- _DIRECTIONS FOR THIS TASK_:
Where does the word "pressureAfterDrop" show up in the records? Copy every line that holds it.

- _DATA SHOWN_:
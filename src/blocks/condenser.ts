import { z } from 'zod';
import type { Component } from '../model/component.ts';
import { emptyStream, type StreamState } from '../model/stream.ts';
import { vapourPressureRange } from '../properties/vapour-pressure.ts';
import { quantity } from '../units/schema.ts';
import type { BlockKind, SettingsFault } from './block.ts';
import { exactlyOne, knownComponents, pressureAfterDrop } from './checks.ts';
import { coolingSettings, createCoolingSplit } from './cooling.ts';
import { coolingFaults } from './cooling-faults.ts';
import { createDutySlopes } from './duty-slopes.ts';
import { heatCurve } from './heat-curve.ts';
import { settleWithDuty } from './heat-duty.ts';
import { partSlopes } from './outlet-slopes.ts';
import { partFlows, partPhases } from './phase-outlets.ts';
import { enthalpyAdded, quietReport } from './report.ts';

const settings = z.strictObject({
  temperature: quantity('temperature', {
    description: 'temperature of gas and condensate',
    examples: ['-5 degC', '40 degC'],
  }).optional(),
  duty: quantity('power', { description: 'heat added; negative for cooling' }).optional(),
  pressure_drop: quantity('pressureDifference', {
    min: 0,
    description: 'pressure lost on the gas side, none if left out',
  }).optional(),
  condense: z
    .array(z.string())
    .min(1)
    .meta({
      description:
        'components that share themselves between gas and liquid by vapour pressure; those with a critical temperature above 350 K if left out',
      examples: [['NH3']],
    })
    .optional(),
  cooling: coolingSettings
    .meta({
      description: 'shares the duty between cooling water and refrigeration; one duty if left out',
      examples: [{ water: '25 degC', approach: '10 K' }],
    })
    .optional(),
});
type Settings = z.infer<typeof settings>;

/** Below this, no cooling water reaches [K]. @source common practice: water of 15 to 30 degC */
const NEEDS_REFRIGERATION_K = 20 + 273.15;

/**
 * Condenser with separator: one inlet; outlets `gas` and `liquid` in equilibrium at one temperature.
 *
 * Settings: `temperature` [K] or `duty` [W, negative cools]; `pressure_drop` [Pa]; `condense` (ids that share
 * themselves by vapour pressure, instead of the rule in properties/component-roles); `cooling` (see cooling.ts).
 * Balance: gas and liquid add up to the inlet; the duty is the enthalpy that leaves less the one that enters.
 */
export const condenser: BlockKind<Settings> = {
  kind: 'condenser',
  summary: 'cools a stream and takes out what condenses',
  settings,
  models: (setting) =>
    setting.cooling ? ['refrigeration: Carnot times a second-law efficiency (common practice)'] : [],
  ports: () => ({ inlets: ['in'], outlets: ['gas', 'liquid'] }),
  check: (setting, { components }) => [
    ...exactlyOne(setting, { temperature: 'temperature: -5 degC', duty: 'duty: -12 MW' }),
    ...knownComponents(setting.condense ?? [], components, (_, index) => ['condense', index]),
    ...withoutVapourPressure(setting.condense ?? [], components),
    ...coolingFaults(setting.cooling, setting.temperature),
  ],
  passes: (setting, outlet, component, role) => {
    const actual = setting.condense ? (setting.condense.includes(component.id) ? 'condensable' : role) : role;
    if (actual === 'solid') return outlet === 'liquid';
    return outlet === 'gas' || actual !== 'gas';
  },
  mayHoldBack: ({ cooling }) => cooling !== undefined,
  asksForHeat: ({ temperature }) => temperature === undefined,
  create(setting, context) {
    const mixture = setting.condense ? context.mixture.withCondensables(setting.condense) : context.mixture;
    const mixed = emptyStream(mixture.size);
    const mixedSlopes = new Float64Array((mixture.size + 2) ** 2);
    const duty = createDutySlopes(mixture, context.mixture);
    const cooling = createCoolingSplit(mixture);

    function passFlows([inlet]: readonly StreamState[], [gas, liquid]: readonly StreamState[]): void {
      mixed.flowsMolPerS.set(inlet!.flowsMolPerS);
      mixed.pressurePa = pressureAfterDrop(inlet!.pressurePa, setting.pressure_drop);
      mixed.temperatureK = setting.temperature!;
      mixture.settleLiquid(mixed);
      partFlows(mixed, gas!, liquid!);
    }

    return {
      pass([inlet], [gas, liquid]) {
        mixed.flowsMolPerS.set(inlet!.flowsMolPerS);
        mixed.pressurePa = pressureAfterDrop(inlet!.pressurePa, setting.pressure_drop);
        if (setting.temperature !== undefined) {
          mixed.temperatureK = setting.temperature;
          mixture.settle(mixed);
        } else {
          settleWithDuty(mixture, mixed, inlet!.enthalpyW, setting.duty!);
        }
        partPhases(mixed, gas!, liquid!, mixture);
      },
      ...(setting.temperature === undefined ? {} : { passFlows }),
      slopes([inlet], _, { of: [[gas], [liquid]] }) {
        const temperatureIsSet = setting.temperature !== undefined;
        mixedSlopes.fill(0);
        if (!duty.fill(inlet!, mixed, { temperatureIsSet, pressureIsSet: false }, true, mixedSlopes))
          return false;
        partSlopes(duty.liquid, mixture.size, mixedSlopes, gas, liquid);
        return true;
      },
      report(inlets, outlets) {
        const [inlet] = inlets;
        const [gas, liquid] = outlets;
        const dutyW = enthalpyAdded(inlets, outlets);
        const split = setting.cooling ? cooling(inlet!, mixed, dutyW, setting.cooling) : null;
        const condensed = mixture.total(liquid!);
        const warnings = [];
        if (condensed === 0 && mixture.total(inlet!) > 0) {
          warnings.push({
            code: 'no-condensate',
            message: 'nothing condenses at this temperature and pressure',
          });
        }
        if (dutyW > 0 && gas!.temperatureK > inlet!.temperatureK) {
          warnings.push({
            code: 'condenser-heats',
            message: `it heats from ${(inlet!.temperatureK - 273.15).toFixed(1)} to ${(gas!.temperatureK - 273.15).toFixed(1)} degC instead of cooling`,
          });
        }
        if (!setting.cooling && mixed.temperatureK < NEEDS_REFRIGERATION_K && dutyW < 0) {
          warnings.push(notCounted(mixed.temperatureK));
        }
        return quietReport({
          dutyW,
          refrigerationW: split?.powerW ?? 0,
          details: {
            temperature_K: gas!.temperatureK,
            condensed_kmol_h: condensed * 3.6,
            gas_fraction: mixed.vapourFraction,
            ...split?.details,
          },
          warnings: [...warnings, ...mixture.cautions(mixed)],
          faults: split?.faults ?? [],
          assumptions: split?.assumptions ?? [],
          curves: () => ({ heat_curve: heatCurve(inlet!, mixed, mixture) }),
        });
      },
    };
  },
};

function notCounted(T: number): { code: string; message: string } {
  return {
    code: 'refrigeration-not-counted',
    message: `cooling water does not reach ${(T - 273.15).toFixed(1)} degC, and the power of the refrigeration is not counted; set cooling, e.g. cooling: {water: 25 degC, approach: 10 K}`,
  };
}

function withoutVapourPressure(ids: readonly string[], components: readonly Component[]): SettingsFault[] {
  return ids.flatMap((id, index) => {
    const component = components.find((c) => c.id === id);
    if (!component || (!component.solid && vapourPressureRange(component))) return [];
    return [
      {
        path: ['condense', index],
        code: 'no-vapour-pressure',
        what: `${id} cannot be named under condense.`,
        why: component.solid
          ? 'a solid is in neither gas nor liquid, and leaves with the liquid anyway'
          : `no vapour pressure of ${id} is known`,
        mend: component.solid ? 'take it out' : `give ${id} an Antoine set under components, or take it out`,
      },
    ];
  });
}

- _ANSWER TO THIS PROBLEM_:
import { exactlyOne, knownComponents, pressureAfterDrop } from './checks.ts';
      mixed.pressurePa = pressureAfterDrop(inlet!.pressurePa, setting.pressure_drop);
        mixed.pressurePa = pressureAfterDrop(inlet!.pressurePa, setting.pressure_drop);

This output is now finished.